Intraoperative management
Monitoring
- For severe disease, a pre-induction arterial line should be placed to rapidly detect hemodynamic changes.
- Advanced monitoring such as a pulmonary artery catheter or transesophageal echocardiography can be considered.
- Consider placement of defibrillation pads as chest compressions can be ineffective with severe stenosis.
Hemodynamics
- Hypotension should be avoided to preserve afterload (i.e. coronary perfusion pressure). Treat with afterload-increasing agents such as phenylephrine.
- Bradycardia should be avoided as these patients are often heart rate dependent to preserve adequate cardiac output. A heart rate of 60-90 bpm is optimal.
- Tachycardia and hypertension should be avoided to preserve left ventricular diastolic filling and reduce myocardial oxygen demand. Treat with increasing anesthetic depth or short-acting beta-blockade with esmolol.
Neuraxial anesthesia
Neuraxial anesthesia is contraindicated in all but mild disease due to the risk of decreased systemic vascular resistance leading to decreased diastolic blood pressure and reduced myocardial perfusion
Postoperative management
Patients with significant disease may require close postoperative monitoring to quickly identify and manage any hemodynamic instability.
Related surgical procedures
Pathophysiology
In aortic stenosis, the opening of the aortic valve is narrowed, typically due to calcification from tissue damage over time. The most common cause is valve degeneration in older patients, though stenosis may develop in younger patients with a bicuspid aortic valve. It is thought that stenosis results from inflammation due to endothelial cell damage from increased mechanical stress.
As aortic stenosis progresses, higher pressures must be generated by the left ventricle to maintain cardiac output. This initially leads to the development of concentric left ventricular hypertrophy, thereby increasing myocardial oxygen requirement. In later stages of the disease, the left ventricle dilates and the ventricular walls thin, resulting in reduced systolic function.
Signs and symptoms
Signs
- Slow/late peripheral pulses (pulsus parvus et tardus)

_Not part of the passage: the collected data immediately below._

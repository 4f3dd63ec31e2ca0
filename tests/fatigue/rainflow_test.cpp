#include "toehold/common/error.hpp"
#include "toehold/fatigue/miner.hpp"
#include "toehold/fatigue/rainflow.hpp"
#include "toehold/fatigue/sn_catalogue.hpp"
#include "support/support.hpp"

#include <algorithm>
#include <cmath>
#include <cstdlib>
#include <map>
#include <random>
#include <span>
#include <vector>

namespace toehold {
namespace {

std::map<double, double> counts_by_range(const std::vector<StressCycle>& cycles) {
  std::map<double, double> out;
  for (const StressCycle& c : cycles) out[c.range] += c.count;
  return out;
}

const std::vector<double> kAstmHistory{-2, 1, -3, 5, -1, 3, -4, 4, -2};

std::vector<double> random_history(unsigned seed, std::size_t n) {
  std::mt19937 gen(seed);
  std::uniform_int_distribution<int> dist(-50, 50);  // integers: exact ties and plateaus occur
  std::vector<double> h(n);
  for (double& v : h) v = dist(gen);
  return h;
}

// The history rotated to start at its largest absolute value and closed with that value again.
std::vector<double> started_at_peak(const std::vector<double>& h) {
  const auto peak = std::max_element(h.begin(), h.end(), [](double a, double b) { return std::abs(a) < std::abs(b); });
  std::vector<double> out(peak, h.end());
  out.insert(out.end(), h.begin(), peak + 1);
  return out;
}

// Real-valued history: a slow sine with noise, some values repeated (plateaus) and some runs (drop-outs).
std::vector<double> random_real_history(unsigned seed, std::size_t n) {
  std::mt19937 gen(seed);
  std::normal_distribution<double> noise(0.0, 30.0);
  std::uniform_int_distribution<int> pick(0, 9);
  std::vector<double> h(n);
  for (std::size_t i = 0; i < n; ++i) {
    const int p = pick(gen);
    if (i > 0 && p == 0) h[i] = h[i - 1];
    else if (i > 0 && p == 1) h[i] = h[i - 1] + 1.0;
    else h[i] = 100.0 * std::sin(0.01 * static_cast<double>(i)) + noise(gen);
  }
  return h;
}

// The history pushed one value at a time (the plain per-value path), counted by rule.
std::vector<StressCycle> counted_value_by_value(const std::vector<double>& h, ResidueRule rule) {
  RainflowCounter counter;
  for (double v : h) counter.push(v);
  return counter.finish(rule);
}

// The history pushed as spans of random lengths 0..max_chunk (the bulk path), counted by rule.
std::vector<StressCycle> counted_in_chunks(const std::vector<double>& h, ResidueRule rule, unsigned seed,
                                           std::size_t max_chunk) {
  std::mt19937 gen(seed);
  std::uniform_int_distribution<std::size_t> length(0, max_chunk);
  RainflowCounter counter;
  std::vector<StressCycle> out;
  for (std::size_t at = 0; at < h.size();) {
    const std::size_t n = std::min(length(gen), h.size() - at);
    counter.push(std::span<const double>(h).subspan(at, n));
    at += n;
    if (n % 3 == 0) {
      const std::vector<StressCycle> part = counter.take_closed_cycles();
      out.insert(out.end(), part.begin(), part.end());
    }
  }
  const std::vector<StressCycle> rest = counter.finish(rule);
  out.insert(out.end(), rest.begin(), rest.end());
  return out;
}

// Same cycles in the same order: ranges, means, counts and indices all bit for bit.
void expect_same_cycles(const std::vector<StressCycle>& actual, const std::vector<StressCycle>& expected) {
  ASSERT_EQ(actual.size(), expected.size());
  for (std::size_t i = 0; i < actual.size(); ++i) {
    EXPECT_EQ(actual[i].range, expected[i].range) << "cycle " << i;
    EXPECT_EQ(actual[i].mean, expected[i].mean) << "cycle " << i;
    EXPECT_EQ(actual[i].count, expected[i].count) << "cycle " << i;
    EXPECT_EQ(actual[i].first, expected[i].first) << "cycle " << i;
    EXPECT_EQ(actual[i].last, expected[i].last) << "cycle " << i;
  }
}

}  // namespace

// ASTM E1049-85 sec. 5.4.4, Fig. 6 example (REFERENCE-VALUES [S2]).
TEST(Rainflow, AstmExampleCounts) {
  const std::vector<StressCycle> cycles = rainflow_count(kAstmHistory, ResidueRule::half_cycles);
  const std::map<double, double> expected{{3, 0.5}, {4, 1.5}, {6, 0.5}, {8, 1.0}, {9, 0.5}};
  EXPECT_EQ(counts_by_range(cycles), expected);
  EXPECT_EQ(total_count(cycles), 4.0);
}

// ASTM E1049-85 sec. 5.4.5, the same history repeating, started at its largest peak (REFERENCE-VALUES [D]).
TEST(Rainflow, AstmRepeatingHistoryCountsFullCycles) {
  const std::vector<StressCycle> cycles = rainflow_count(kAstmHistory, ResidueRule::repeat_history);
  const std::map<double, double> expected{{3, 1.0}, {4, 1.0}, {7, 1.0}, {9, 1.0}};
  EXPECT_EQ(counts_by_range(cycles), expected);
  for (const StressCycle& c : cycles) EXPECT_EQ(c.count, 1.0);
}

// Hand-traced from the ASTM example: the full cycle of range 4 is -1 -> 3 (indices 4, 5), mean 1 [D].
TEST(Rainflow, CyclesCarryMeanAndIndices) {
  const std::vector<StressCycle> cycles = rainflow_count(kAstmHistory);
  const auto full = std::find_if(cycles.begin(), cycles.end(), [](const StressCycle& c) { return c.count == 1.0; });
  ASSERT_NE(full, cycles.end());
  EXPECT_EQ(full->range, 4.0);
  EXPECT_EQ(full->mean, 1.0);
  EXPECT_EQ(full->first, 4u);
  EXPECT_EQ(full->last, 5u);
}

// Points inside monotone runs and plateaus are not turning points (ASTM E1049-85 sec. 5.4.4 step 1) [D].
TEST(Rainflow, TurningPointsDropPlateausAndRuns) {
  const std::vector<double> h{0, 1, 2, 2, 3, 1, 1, -1, 0};
  EXPECT_EQ(turning_point_indices(h), (std::vector<std::size_t>{0, 4, 7, 8}));
  const std::map<double, double> expected{{1, 0.5}, {3, 0.5}, {4, 0.5}};
  EXPECT_EQ(counts_by_range(rainflow_count(h)), expected);
}

TEST(Rainflow, ShortHistories) {
  EXPECT_TRUE(rainflow_count(std::vector<double>{}).empty());
  EXPECT_TRUE(rainflow_count(std::vector<double>{5.0}).empty());
  EXPECT_TRUE(rainflow_count(std::vector<double>{5.0, 5.0}).empty());
  const std::vector<StressCycle> one = rainflow_count(std::vector<double>{-1.0, 3.0}, ResidueRule::repeat_history);
  ASSERT_EQ(one.size(), 1u);
  EXPECT_EQ(one[0].range, 4.0);
  EXPECT_EQ(one[0].count, 1.0);
}

// Feeding values one at a time and collecting as it goes gives the same cycles as the whole-history call.
TEST(Rainflow, StreamingEqualsWholeHistory) {
  const std::vector<double> h = random_history(7, 5000);
  RainflowCounter counter;
  std::vector<StressCycle> streamed;
  for (std::size_t i = 0; i < h.size(); ++i) {
    counter.push(h[i]);
    if (i % 97 == 0) {
      const std::vector<StressCycle> part = counter.take_closed_cycles();
      streamed.insert(streamed.end(), part.begin(), part.end());
    }
  }
  const std::vector<StressCycle> rest = counter.finish(ResidueRule::half_cycles);
  streamed.insert(streamed.end(), rest.begin(), rest.end());
  EXPECT_EQ(counts_by_range(streamed), counts_by_range(rainflow_count(h)));
  EXPECT_EQ(counter.values_pushed(), 0u);  // finish resets the counter
}

// Each range between successive turning points is half of a cycle: total count = (turning points - 1) / 2 [D].
TEST(Rainflow, TotalCountIsHalfTheNumberOfReversals) {
  for (unsigned seed = 1; seed <= 20; ++seed) {
    const std::vector<double> h = random_history(seed, 300);
    const double reversals = static_cast<double>(turning_point_indices(h).size() - 1);
    EXPECT_EQ(total_count(rainflow_count(h)), 0.5 * reversals);
  }
}

// A repeating history has no start: counted by sec. 5.4.5, by 5.4.4 after rotating it to start and end at its
// largest peak, or from any other starting point, the damage is the same [D].
TEST(Rainflow, RotatingARepeatingHistoryToItsPeakLeavesDamageUnchanged) {
  const SnCurve curve = iiw_fat(90.0);
  for (unsigned seed = 1; seed <= 30; ++seed) {
    std::vector<double> h = random_history(seed, 200);
    for (double& v : h) v *= 3.0;  // ranges up to 300 MPa, on both sides of the knee
    const double repeating = miner_damage(curve, rainflow_count(h, ResidueRule::repeat_history));
    const std::vector<double> at_peak = started_at_peak(h);
    EXPECT_CLOSE(miner_damage(curve, rainflow_count(at_peak, ResidueRule::half_cycles)), repeating, 1e-12);
    std::vector<double> shifted = h;
    std::rotate(shifted.begin(), shifted.begin() + 1 + static_cast<long>(seed), shifted.end());
    EXPECT_CLOSE(miner_damage(curve, rainflow_count(shifted, ResidueRule::repeat_history)), repeating, 1e-12);
    EXPECT_EQ(counts_by_range(rainflow_count(at_peak, ResidueRule::repeat_history)),
              counts_by_range(rainflow_count(h, ResidueRule::repeat_history)));
  }
}

// Millions of points in one pass (O(n)); a sine-like history of 2e6 points with 1e6 reversals [D].
TEST(Rainflow, MillionsOfPoints) {
  std::vector<double> h(2'000'000);
  for (std::size_t i = 0; i < h.size(); ++i) h[i] = (i % 2 == 0 ? 100.0 : -100.0) + static_cast<double>(i % 7);
  const std::vector<StressCycle> cycles = rainflow_count(h);
  EXPECT_EQ(total_count(cycles), 0.5 * static_cast<double>(h.size() - 1));
}

// The bulk push of a span (tight turning-point loop) gives exactly the cycles of pushing the values one by one,
// whatever the span lengths, for integer histories full of ties and plateaus and for real-valued ones.
TEST(Rainflow, BulkPushEqualsValueByValue) {
  for (unsigned seed = 1; seed <= 40; ++seed) {
    std::vector<double> h = seed % 2 ? random_history(seed, 3000) : random_real_history(seed, 3000);
    if (seed % 5 == 0) h.insert(h.begin(), 7, h.front());  // a plateau before the first run has a direction
    for (ResidueRule rule : {ResidueRule::half_cycles, ResidueRule::repeat_history}) {
      const std::vector<StressCycle> plain = counted_value_by_value(h, rule);
      expect_same_cycles(counted_in_chunks(h, rule, seed, 1), plain);
      expect_same_cycles(counted_in_chunks(h, rule, seed, 50), plain);
      expect_same_cycles(rainflow_count(h, rule), plain);
    }
  }
}

// A bad value inside a span: the values before it are counted, the error names its index in the history.
TEST(Rainflow, BulkPushStopsAtTheFirstBadValue) {
  RainflowCounter counter;
  counter.push(std::vector<double>{1.0, 2.0, 3.0});
  std::vector<double> more(600, 1.0);
  for (std::size_t i = 0; i < more.size(); ++i) more[i] = static_cast<double>(i % 5);
  more[517] = std::nan("");
  more[590] = std::numeric_limits<double>::infinity();
  EXPECT_EQ(test::error_of([&] { counter.push(more); }),
            "rainflow count: history value nan at index 520 is not finite; remove or repair that value");
  EXPECT_EQ(counter.values_pushed(), 520u);
  std::vector<double> first_520{1.0, 2.0, 3.0};
  first_520.insert(first_520.end(), more.begin(), more.begin() + 517);
  expect_same_cycles(counter.finish(ResidueRule::half_cycles), rainflow_count(first_520));
}

TEST(Rainflow, MergeAndBinRanges) {
  const std::vector<StressCycle> merged = merge_equal_ranges(rainflow_count(kAstmHistory));
  ASSERT_EQ(merged.size(), 5u);
  EXPECT_EQ(merged[0].range, 9.0);
  EXPECT_EQ(merged[3].range, 4.0);
  EXPECT_EQ(merged[3].count, 1.5);
  EXPECT_EQ(merged[3].first, kNoIndex);
  // Ranges 3, 4, 6, 8, 9 in bins of 5: 3 and 4 -> 5 (2.0 cycles), 6, 8, 9 -> 10 (2.0 cycles) [D].
  const std::vector<StressCycle> binned = bin_ranges(rainflow_count(kAstmHistory), 5.0);
  ASSERT_EQ(binned.size(), 2u);
  EXPECT_EQ(binned[0].range, 10.0);
  EXPECT_EQ(binned[0].count, 2.0);
  EXPECT_EQ(binned[1].range, 5.0);
  EXPECT_EQ(binned[1].count, 2.0);
}

TEST(Rainflow, BadInputsAreErrors) {
  RainflowCounter counter;
  counter.push(std::vector<double>{1.0, 2.0, 3.0});
  try {
    counter.push(std::numeric_limits<double>::infinity());
    FAIL();
  } catch (const Error& e) {
    EXPECT_EQ(std::string(e.what()),
              "rainflow count: history value inf at index 3 is not finite; remove or repair that value");
  }
  try {
    parse_residue_rule("drop", "plan key loading.residue");
    FAIL();
  } catch (const Error& e) {
    EXPECT_EQ(std::string(e.what()),
              "plan key loading.residue: unknown residue rule 'drop'; use one of half_cycles, repeat_history");
  }
  EXPECT_THROW(bin_ranges(std::vector<StressCycle>{}, 0.0), Error);
  EXPECT_EQ(parse_residue_rule("repeat_history", "x"), ResidueRule::repeat_history);
  EXPECT_EQ(describe(ResidueRule::half_cycles), "ASTM E1049-85 sec. 5.4.4, residue counted as half cycles");
}

}  // namespace toehold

- Harsh systolic crescendo-decrescendo murmur
- Best auscultated at the right upper sternal border at the 2nd intercostal space
- May radiate to both carotids
- Decreased intensity of the second heart sound (A2)
Symptoms
- Angina
- Decreased exercise tolerance
- Dyspnea
- Syncope
- Symptoms of congestive heart failure
Diagnosis
Severity of aortic stenosis | ||
---|---|---|
Degree | Mean gradient (mmHg) |
Aortic valve area (cm2) |
Mild | <25 | >1.5 |
Moderate | 25 - 40 | 1.0 - 1.5 |
Severe | >40 | < 1.0 |
Very severe | >70 | < 0.6 |
Aortic stenosis may be initially suspected from the physical exam findings described above. Definitive diagnosis and classification of disease severity can be determined using echocardiography or heart catheterization.
Treatment
Medication
In general, medication has poor efficacy in the treatment of aortic stenosis. However, medical therapy is important to manage concomitant cardiac diseases such as heart failure, hypertension and symptoms such as angina.
Surgery
Severe symptomatic aortic stenosis is typically treated with aortic valve replacement. For patients who are poor candidates for surgical valve replacement, transcatheter aortic valve replacement is an alternative. Balloon valvuloplasty is can be effective in infants and children, but has limited efficacy in adults since the valve generally returns to a stenosed state.
Prognosis
Untreated severe symptomatic aortic stenosis has a poor prognosis, with a 2-year survival rate of 50-60%. For patients who undergo valve replacement, life expectancy is about 5 years less than the general population for patients under 65, and similar to patients without aortic stenosis for patients over 65.